*To do*. Go through the entries below and copy every line that holds the word "import".

*Task material*.

= Beginning of Section =

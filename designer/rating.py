"""What a schedule is worth, from virtual studies: the figures a reader compares plans by."""

from __future__ import annotations

import numpy as np

from designer import steepest, virtual
from designer.allowed import broken_limits, total_time
from designer.layout import arrays_of
from designer.likelihood import Design
from designer.outcomes import Estimate, Precision, Rating, Spread
from designer.records import Schedule
from designer.virtual import Bench, Scores, Truth

FREE_STUDIES = 64  # of each truth, for the mean probability of the free-order alternative
TIE = 1e-9  # probabilities nearer than this are a tie


def padded(bench: Bench, schedule: Schedule, runs: int) -> Design:
    """Arrays of a schedule, filled up to ``runs`` runs of its own by runs in which nothing is read, so
    that schedules of different length share one compilation."""
    design = arrays_of(bench.axes, schedule)
    short = runs - len(schedule.runs)
    if short <= 0:
        return design
    return Design(
        np.concatenate([design.conditions, np.repeat(design.conditions[-1:], short, 0)]),
        np.concatenate([design.times, np.repeat(design.times[-1:], short, 0)]),
        np.concatenate([design.mask, np.zeros((short, *design.mask.shape[1:]))]),
    )


def rate(
    bench: Bench,
    schedule: Schedule,
    design: Design,
    truths: list[Truth],
    free_order: bool = False,
) -> Rating:
    """Simulate ``truths`` under ``design`` and report (fields of ``Rating``); evidence through all gates.

    free_order: also how that alternative fares, from the first FREE_STUDIES of every truth.
    """
    scores = virtual.conclude(bench, design, truths, careful=True)
    alternative = None
    if free_order:
        found = virtual.free_order_evidence(bench, design, truths, FREE_STUDIES)
        alternative = None if found is None else _free_order(bench, scores, found, FREE_STUDIES)
    return summarise(bench, schedule, scores, alternative)


def summarise(bench: Bench, schedule: Schedule, scores: Scores, free_order: Estimate | None) -> Rating:
    p = virtual.probabilities(bench, scores.log_evidence)
    rows = np.arange(len(p))
    own = p[rows, scores.truth]
    top = np.where(own >= p.max(1) - TIE, 1.0 / (p >= p.max(1, keepdims=True) - TIE).sum(1), 0.0)
    reach = (own >= bench.study.aim.probability).astype(float)
    odds = bench.odds
    entropy = float(-(odds * np.log(odds)).sum())
    log_own = np.log(np.maximum(own, 1e-300))
    told = _mean(bench, scores, log_own)
    share = 1 / entropy if entropy > 1e-12 else np.nan
    worth_value, each, _, _ = steepest.worth(bench, scores)
    names = [bench.laws[i].candidate.name for i in bench.listed]
    study = bench.study
    return Rating(
        schedule=schedule,
        studies=len(p),
        worth=Estimate(worth_value, _spread_of_sum(scores, each)),
        top=_mean(bench, scores, top, fraction=True),
        top_by_law=tuple(zip(names, _by_law(scores, top, len(odds)), strict=True)),
        reach=_mean(bench, scores, reach, fraction=True),
        reach_by_law=tuple(zip(names, _by_law(scores, reach, len(odds)), strict=True)),
        mean_probability=_mean(bench, scores, own),
        log_score=told,
        information=Estimate(told.value + entropy, told.error),
        information_share=Estimate((told.value + entropy) * share, told.error * share),
        precision=_precision(bench, scores),
        spreads=_spreads(bench, scores),
        free_order=free_order,
        total_time=total_time(study, schedule),
        broken=broken_limits(study, schedule),
        doubtful=int(scores.doubtful.sum()),
        repaired=int(scores.repaired.sum()),
        unsolved=tuple(
            (law.candidate.name, int(count))
            for law, count in zip(bench.laws, scores.unsolved, strict=True)
            if count
        ),
    )


def fraction_error(share: float, count: int) -> float:
    """Standard error of a fraction, from one success and one failure more than were seen, so that
    0 and 1 out of n are not claimed without error."""
    p = (share * count + 1) / (count + 2)
    return float(np.sqrt(p * (1 - p) / count)) if count else np.nan


def _mean(
    bench: Bench, scores: Scores, values: np.ndarray, fraction: bool = False, odds: np.ndarray | None = None
) -> Estimate:
    """Mean over studies, each true law weighted by its belief."""
    odds = bench.odds if odds is None else odds
    parts = _by_law(scores, values, len(odds), fraction)
    value = sum(w * part.value for w, part in zip(odds, parts, strict=True) if w > 0)
    error = np.sqrt(sum((w * part.error) ** 2 for w, part in zip(odds, parts, strict=True) if w > 0))
    return Estimate(float(value), float(error))


def _by_law(scores: Scores, values: np.ndarray, laws: int, fraction: bool = True) -> list[Estimate]:
    found = []
    for index in range(laws):
        mine = values[scores.truth == index]
        mine = mine[np.isfinite(mine)]
        if len(mine) == 0:
            found.append(Estimate(np.nan, np.nan))
            continue
        mean = float(mine.mean())
        whole = fraction and bool(np.isin(mine, (0.0, 1.0)).all())
        error = fraction_error(mean, len(mine)) if whole else float(mine.std() / np.sqrt(len(mine)))
        found.append(Estimate(mean, error))
    return found


def _spread_of_sum(scores: Scores, each: np.ndarray) -> float:
    """Standard error of a sum of weighted studies, stratified by true law."""
    total = 0.0
    for index in np.unique(scores.truth):
        mine = each[scores.truth == index]
        total += len(mine) * mine.var()
    return float(np.sqrt(total))


def _having(bench: Bench, scores: Scores, column: int) -> np.ndarray:
    """Beliefs among the laws that have the asked constant, summing to 1 (all 0 where none has it)."""
    has = np.array(
        [np.isfinite(scores.spread[scores.truth == i, column]).any() for i in range(len(bench.odds))]
    )
    odds = bench.odds * has
    return odds / odds.sum() if odds.sum() > 0 else odds


def _precision(bench: Bench, scores: Scores) -> tuple[Precision, ...]:
    found = []
    for column, (name, asked) in enumerate(bench.asked):
        odds = _having(bench, scores, column)
        if not odds.any():
            continue
        width = scores.half_width[:, column]
        met = np.where(np.isfinite(width), (width <= asked).astype(float), np.nan)
        mean = _mean(bench, scores, width, odds=odds)
        found.append(Precision(name, asked, mean, _mean(bench, scores, met, fraction=True, odds=odds)))
    return tuple(found)


def _spreads(bench: Bench, scores: Scores) -> tuple[Spread, ...]:
    found = []
    names = [name for name, _ in bench.asked]
    for row, index in enumerate(bench.listed):
        law = bench.laws[index]
        mine = scores.truth == row
        fit = scores.fits[row]
        constants = names or [c.name for c in law.candidate.constants if c.name in law.structural][:1]
        for name in constants:
            slope = virtual.slopes(law, name, fit.u[mine])
            if slope is None:
                continue
            spread = np.sqrt(np.einsum("ni,nij,nj->n", slope, fit.covariance[mine], slope))
            error = float(spread.std() / np.sqrt(len(spread)))
            found.append(Spread(law.candidate.name, name, Estimate(float(spread.mean()), error)))
    return tuple(found)


def _free_order(bench: Bench, scores: Scores, log_evidence: np.ndarray, most: int) -> Estimate:
    """Mean probability the free-order alternative ends with, among all that are carried."""
    place = next(i for i, law in enumerate(bench.laws) if law.candidate.free_order)
    first = np.concatenate([np.flatnonzero(scores.truth == i)[:most] for i in range(len(bench.odds))])
    weight = np.log(bench.prior) + scores.log_evidence[first]
    weight[:, place] = np.log(bench.prior[place]) + log_evidence
    p = np.exp(weight - weight.max(1, keepdims=True))
    share = np.full(len(scores.truth), np.nan)
    share[first] = (p / p.sum(1, keepdims=True))[:, place]
    return _mean(bench, scores, share)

= End of Section =

*Response area*.
from __future__ import annotations
import numpy as np
from designer import steepest, virtual
from designer.allowed import broken_limits, total_time
from designer.layout import arrays_of
from designer.likelihood import Design
from designer.outcomes import Estimate, Precision, Rating, Spread
from designer.records import Schedule
from designer.virtual import Bench, Scores, Truth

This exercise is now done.